DATA FOR REVIEW:
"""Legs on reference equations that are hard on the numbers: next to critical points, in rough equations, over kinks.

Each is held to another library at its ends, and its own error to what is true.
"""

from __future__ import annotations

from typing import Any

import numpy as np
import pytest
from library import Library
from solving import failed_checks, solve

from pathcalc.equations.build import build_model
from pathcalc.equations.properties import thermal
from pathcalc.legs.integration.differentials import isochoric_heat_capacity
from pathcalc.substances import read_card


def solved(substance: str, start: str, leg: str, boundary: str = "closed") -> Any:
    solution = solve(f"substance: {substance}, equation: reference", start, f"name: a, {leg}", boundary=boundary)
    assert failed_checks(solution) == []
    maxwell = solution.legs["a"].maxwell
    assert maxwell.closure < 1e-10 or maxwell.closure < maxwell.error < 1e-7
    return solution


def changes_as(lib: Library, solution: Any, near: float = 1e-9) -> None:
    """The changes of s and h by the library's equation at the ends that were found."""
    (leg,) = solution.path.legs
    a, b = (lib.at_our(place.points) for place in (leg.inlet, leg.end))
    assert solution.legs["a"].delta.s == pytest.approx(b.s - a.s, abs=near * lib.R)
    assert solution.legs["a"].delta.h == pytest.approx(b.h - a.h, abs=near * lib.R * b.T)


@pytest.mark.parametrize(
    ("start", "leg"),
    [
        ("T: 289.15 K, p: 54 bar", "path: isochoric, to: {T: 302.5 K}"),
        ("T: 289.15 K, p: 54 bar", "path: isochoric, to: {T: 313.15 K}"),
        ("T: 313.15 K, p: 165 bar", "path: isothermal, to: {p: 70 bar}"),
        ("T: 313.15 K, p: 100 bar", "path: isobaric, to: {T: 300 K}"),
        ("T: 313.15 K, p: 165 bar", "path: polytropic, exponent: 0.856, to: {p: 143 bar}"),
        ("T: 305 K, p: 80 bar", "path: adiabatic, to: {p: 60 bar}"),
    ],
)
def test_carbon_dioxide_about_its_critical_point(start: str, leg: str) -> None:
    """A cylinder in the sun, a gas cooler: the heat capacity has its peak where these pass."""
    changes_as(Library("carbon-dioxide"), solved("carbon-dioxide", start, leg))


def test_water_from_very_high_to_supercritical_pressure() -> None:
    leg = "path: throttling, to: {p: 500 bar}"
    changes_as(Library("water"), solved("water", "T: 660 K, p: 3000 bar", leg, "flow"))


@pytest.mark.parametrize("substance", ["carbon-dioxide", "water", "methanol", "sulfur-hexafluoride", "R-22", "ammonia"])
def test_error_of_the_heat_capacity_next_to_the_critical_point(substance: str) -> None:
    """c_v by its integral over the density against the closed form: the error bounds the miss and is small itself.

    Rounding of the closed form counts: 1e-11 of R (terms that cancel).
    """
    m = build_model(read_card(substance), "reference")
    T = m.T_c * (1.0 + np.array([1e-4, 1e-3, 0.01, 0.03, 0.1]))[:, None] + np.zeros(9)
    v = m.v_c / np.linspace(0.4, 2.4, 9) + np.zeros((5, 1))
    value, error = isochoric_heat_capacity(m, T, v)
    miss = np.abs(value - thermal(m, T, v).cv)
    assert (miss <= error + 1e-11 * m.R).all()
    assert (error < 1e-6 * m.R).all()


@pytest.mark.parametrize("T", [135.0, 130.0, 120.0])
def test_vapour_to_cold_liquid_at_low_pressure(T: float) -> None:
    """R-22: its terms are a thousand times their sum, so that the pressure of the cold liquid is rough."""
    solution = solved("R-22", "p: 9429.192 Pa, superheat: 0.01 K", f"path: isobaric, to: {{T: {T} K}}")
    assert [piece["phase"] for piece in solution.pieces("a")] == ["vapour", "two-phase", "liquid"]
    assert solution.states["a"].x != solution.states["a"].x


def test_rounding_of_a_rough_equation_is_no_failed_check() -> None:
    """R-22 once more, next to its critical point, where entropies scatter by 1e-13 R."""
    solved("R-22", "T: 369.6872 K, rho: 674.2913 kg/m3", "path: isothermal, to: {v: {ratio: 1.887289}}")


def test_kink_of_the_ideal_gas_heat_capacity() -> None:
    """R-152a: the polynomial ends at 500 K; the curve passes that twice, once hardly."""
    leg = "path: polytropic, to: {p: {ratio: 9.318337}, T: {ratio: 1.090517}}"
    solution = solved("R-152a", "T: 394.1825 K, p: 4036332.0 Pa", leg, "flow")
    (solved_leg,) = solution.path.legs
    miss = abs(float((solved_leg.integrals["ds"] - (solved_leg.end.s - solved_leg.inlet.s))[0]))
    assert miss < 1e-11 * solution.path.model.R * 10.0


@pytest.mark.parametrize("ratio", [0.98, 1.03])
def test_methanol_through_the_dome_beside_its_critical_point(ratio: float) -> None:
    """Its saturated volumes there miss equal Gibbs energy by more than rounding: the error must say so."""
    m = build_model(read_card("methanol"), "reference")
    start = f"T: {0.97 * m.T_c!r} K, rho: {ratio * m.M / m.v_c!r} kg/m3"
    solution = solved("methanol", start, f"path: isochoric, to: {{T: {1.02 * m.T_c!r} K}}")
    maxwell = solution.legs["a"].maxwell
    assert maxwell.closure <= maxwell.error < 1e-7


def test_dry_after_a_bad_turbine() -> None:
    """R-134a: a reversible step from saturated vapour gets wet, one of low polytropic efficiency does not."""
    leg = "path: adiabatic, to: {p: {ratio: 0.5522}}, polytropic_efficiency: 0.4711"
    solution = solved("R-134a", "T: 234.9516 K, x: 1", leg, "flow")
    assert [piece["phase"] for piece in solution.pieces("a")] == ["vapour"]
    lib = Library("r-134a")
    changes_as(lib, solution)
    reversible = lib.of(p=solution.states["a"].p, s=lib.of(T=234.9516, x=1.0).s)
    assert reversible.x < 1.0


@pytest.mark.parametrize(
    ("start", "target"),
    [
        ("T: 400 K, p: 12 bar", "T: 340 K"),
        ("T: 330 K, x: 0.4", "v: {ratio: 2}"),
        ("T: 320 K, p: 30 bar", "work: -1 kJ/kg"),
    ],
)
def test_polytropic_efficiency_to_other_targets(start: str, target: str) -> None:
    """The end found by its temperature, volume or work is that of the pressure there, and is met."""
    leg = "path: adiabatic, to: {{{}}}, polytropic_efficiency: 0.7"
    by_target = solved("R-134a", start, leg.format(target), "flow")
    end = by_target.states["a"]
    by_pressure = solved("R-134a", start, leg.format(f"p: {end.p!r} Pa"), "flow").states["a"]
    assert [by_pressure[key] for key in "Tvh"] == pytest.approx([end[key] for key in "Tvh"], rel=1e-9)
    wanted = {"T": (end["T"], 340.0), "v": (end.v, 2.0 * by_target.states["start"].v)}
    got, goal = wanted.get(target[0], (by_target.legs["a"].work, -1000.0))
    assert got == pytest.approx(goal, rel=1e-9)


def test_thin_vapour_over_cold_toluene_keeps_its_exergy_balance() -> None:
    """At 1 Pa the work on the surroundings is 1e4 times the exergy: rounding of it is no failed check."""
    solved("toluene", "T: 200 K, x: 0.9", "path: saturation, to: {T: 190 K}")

* * *

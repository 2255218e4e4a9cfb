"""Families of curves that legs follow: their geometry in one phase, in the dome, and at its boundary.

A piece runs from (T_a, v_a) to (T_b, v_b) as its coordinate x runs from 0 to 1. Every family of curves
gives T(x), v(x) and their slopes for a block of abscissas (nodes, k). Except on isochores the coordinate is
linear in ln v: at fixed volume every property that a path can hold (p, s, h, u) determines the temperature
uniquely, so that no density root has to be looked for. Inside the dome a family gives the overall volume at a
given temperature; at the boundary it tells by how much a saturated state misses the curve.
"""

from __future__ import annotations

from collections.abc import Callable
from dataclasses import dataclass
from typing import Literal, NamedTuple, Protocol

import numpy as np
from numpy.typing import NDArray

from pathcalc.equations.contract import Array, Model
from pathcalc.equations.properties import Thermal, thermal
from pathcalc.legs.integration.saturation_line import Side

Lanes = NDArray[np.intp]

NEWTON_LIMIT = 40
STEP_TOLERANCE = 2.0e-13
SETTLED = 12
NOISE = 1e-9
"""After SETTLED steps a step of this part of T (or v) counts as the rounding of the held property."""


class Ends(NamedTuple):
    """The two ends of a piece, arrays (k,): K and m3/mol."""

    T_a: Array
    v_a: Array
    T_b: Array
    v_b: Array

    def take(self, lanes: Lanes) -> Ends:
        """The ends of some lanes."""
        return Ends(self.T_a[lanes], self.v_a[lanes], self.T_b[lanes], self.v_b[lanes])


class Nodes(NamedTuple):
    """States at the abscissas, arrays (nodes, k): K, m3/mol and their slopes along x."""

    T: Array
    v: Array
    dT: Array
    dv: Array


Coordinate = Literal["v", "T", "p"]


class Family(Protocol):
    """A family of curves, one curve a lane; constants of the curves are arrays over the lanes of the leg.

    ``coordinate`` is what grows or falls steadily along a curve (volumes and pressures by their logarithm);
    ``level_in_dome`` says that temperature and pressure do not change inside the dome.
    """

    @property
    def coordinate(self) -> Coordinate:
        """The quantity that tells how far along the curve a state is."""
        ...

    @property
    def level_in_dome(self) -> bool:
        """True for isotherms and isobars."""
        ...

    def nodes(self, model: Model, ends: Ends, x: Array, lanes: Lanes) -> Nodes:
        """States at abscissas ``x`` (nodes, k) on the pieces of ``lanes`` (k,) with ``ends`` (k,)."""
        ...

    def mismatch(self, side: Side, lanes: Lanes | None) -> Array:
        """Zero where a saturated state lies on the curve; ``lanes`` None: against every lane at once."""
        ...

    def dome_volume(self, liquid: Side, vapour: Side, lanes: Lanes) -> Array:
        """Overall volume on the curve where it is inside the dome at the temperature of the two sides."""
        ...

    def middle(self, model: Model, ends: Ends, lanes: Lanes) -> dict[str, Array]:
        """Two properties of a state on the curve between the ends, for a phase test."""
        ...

PROBLEM REQUIREMENTS:
Show the lines of the listing above with "tells".

TASK OUTPUT:
given temperature; at the boundary it tells by how much a saturated state misses the curve.
        """The quantity that tells how far along the curve a state is."""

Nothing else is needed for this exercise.